USGBC response: Owens called this line of attack “a distraction from the substantive issues,” adding, “LEED is developed in accordance with a rigorously inclusive process. We have received more than 22,000 public comments and have responded to each individually. We work cooperatively with industries, and LEED standards are set in a consensus-driven, transparent manner led by technical experts in their fields.”
BuildingGreen Fact Check: It’s true that LEED is not an ANSI standard. It’s false to say that it is not a consensus-based standard.
The federal government defers to consensus standards but does not require the rating systems it uses to be ANSI standards. ANSI defines specific requirements for stakeholder balance and consensus, but this is not the only structure accepted by ISO or the federal government.

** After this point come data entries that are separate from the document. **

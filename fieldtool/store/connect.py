"""Connecting to the store through psycopg 3, and turning its errors into the store's own.

psycopg is imported here only, when a connection is made, so a technician who works with
files alone needs nothing more than fieldtool. Every psycopg error is converted in one place
(``translated``), by type, into a ``StoreError`` whose message holds no password.
"""

from __future__ import annotations

from collections.abc import Iterator
from contextlib import contextmanager
from typing import Any

from fieldtool.store.config import INSTALL_HINT, StoreAddress, redact
from fieldtool.store.errors import (
    StoreError,
    StoreSettingsError,
    StoreUnavailable,
)
from fieldtool.store.schema import check_version

CONNECT_TIMEOUT_S = 3  # unless the address sets connect_timeout; offline must not mean waiting


def driver() -> Any:
    """The psycopg module, or a one-line error saying what to install."""
    try:
        import psycopg
    except ModuleNotFoundError:
        raise StoreSettingsError(
            f"a store needs the PostgreSQL driver psycopg: {INSTALL_HINT}"
        ) from None
    return psycopg


def _reason(exc: BaseException) -> str:
    lines = [line.strip() for line in str(exc).strip().splitlines() if line.strip()]
    return redact(lines[0]) if lines else type(exc).__name__


AGAIN = "run the same command again"


@contextmanager
def translated(address: StoreAddress, then: str = AGAIN) -> Iterator[None]:
    """Inside: psycopg errors become StoreErrors naming the store (password hidden).

    Args:
        then: what to do after a lost connection, appended to its message (may be empty).
    """
    psycopg = driver()
    try:
        yield
    except psycopg.errors.QueryCanceled as exc:
        raise StoreUnavailable(
            f"the store at {address.shown} took too long and the query was stopped "
            f"({_reason(exc)}); try again later"
        ) from None
    except psycopg.OperationalError as exc:
        lost = f"lost the connection to the store at {address.shown} ({_reason(exc)})"
        raise StoreUnavailable(f"{lost}; {then}" if then else lost) from None
    except psycopg.errors.InsufficientPrivilege as exc:
        raise StoreError(
            f"the store at {address.shown} refused: {_reason(exc)}; ask its administrator "
            "for the technician role (see 'fieldtool store init')"
        ) from None
    except psycopg.Error as exc:
        raise StoreError(f"the store at {address.shown} said: {_reason(exc)}") from None


@contextmanager
def connected(
    address: StoreAddress,
    *,
    check: bool = True,
    statement_timeout_s: float | None = None,
    then: str = AGAIN,
) -> Iterator[Any]:
    """An autocommit psycopg connection to the store, checked to be a store of this version.

    Raises:
        StoreSettingsError: psycopg is not installed.
        StoreUnavailable: the server cannot be reached within the connect timeout.
        StoreSchemaError: the database holds no store, or one of another version.
    """
    psycopg = driver()
    options: dict[str, Any] = {"application_name": "fieldtool", "client_encoding": "UTF8"}
    try:
        given = psycopg.conninfo.conninfo_to_dict(address.conninfo)
    except psycopg.ProgrammingError as exc:
        raise StoreSettingsError(
            f"{address.origin}: {address.shown!r} is not a postgresql:// URL or libpq "
            f"connection string ({_reason(exc)})"
        ) from None
    if "connect_timeout" not in given:
        options["connect_timeout"] = CONNECT_TIMEOUT_S
    try:
        conn = psycopg.connect(address.conninfo, autocommit=True, **options)
    except psycopg.Error as exc:
        raise StoreUnavailable(
            f"cannot connect to the store at {address.shown}: {_reason(exc)}"
        ) from None
    try:
        with translated(address, then):
            if statement_timeout_s is not None:
                ms = max(1, round(statement_timeout_s * 1000))
                conn.execute(f"SET statement_timeout = {ms:d}")
            if check:
                check_version(conn, address.shown)
            yield conn
    finally:
        conn.close()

In its recent review of rating systems, GSA noted that LEED was not an ANSI standard but concluded that LEED was developed according to a rigorously transparent consensus process according to on its own definition:
The certification system contains the attributes of a voluntary consensus standards body defined in OMB Circular A-119: openness, balance of interest, due process, an appeal process, and consensus.
ACC may be pushing this message because its own preferred rating system—Green Globes, which has stronger ties to mainstream industries and lobbyists—is an ANSI standard.
You may be wondering if this attack is related to the postponement of the erstwhile LEED 2012, which is now called LEED v4 because it won’t be available until 2013.
Yes and no. While the chemical industry attacks have no direct relationship to the decision to delay rollout, as Nadav Malin reported in EBN earlier this week, there was a more widespread sense—particularly among “core supporters” of LEED—that “the proposed changes in the rating system were too much, too fast, especially in a weak real estate market.”
Avoidance of Chemicals of Concern was among the credits making these groups worry, and a series of gut renovations with each public comment draft may have made the process more vulnerable to industry attacks as the rating system failed to stabilize around a specific, robust approach.
Disclosure: BuildingGreen has collaborated with USGBC on several projects over the last two decades, and several of our staff have participated in USGBC committees and the board of directors.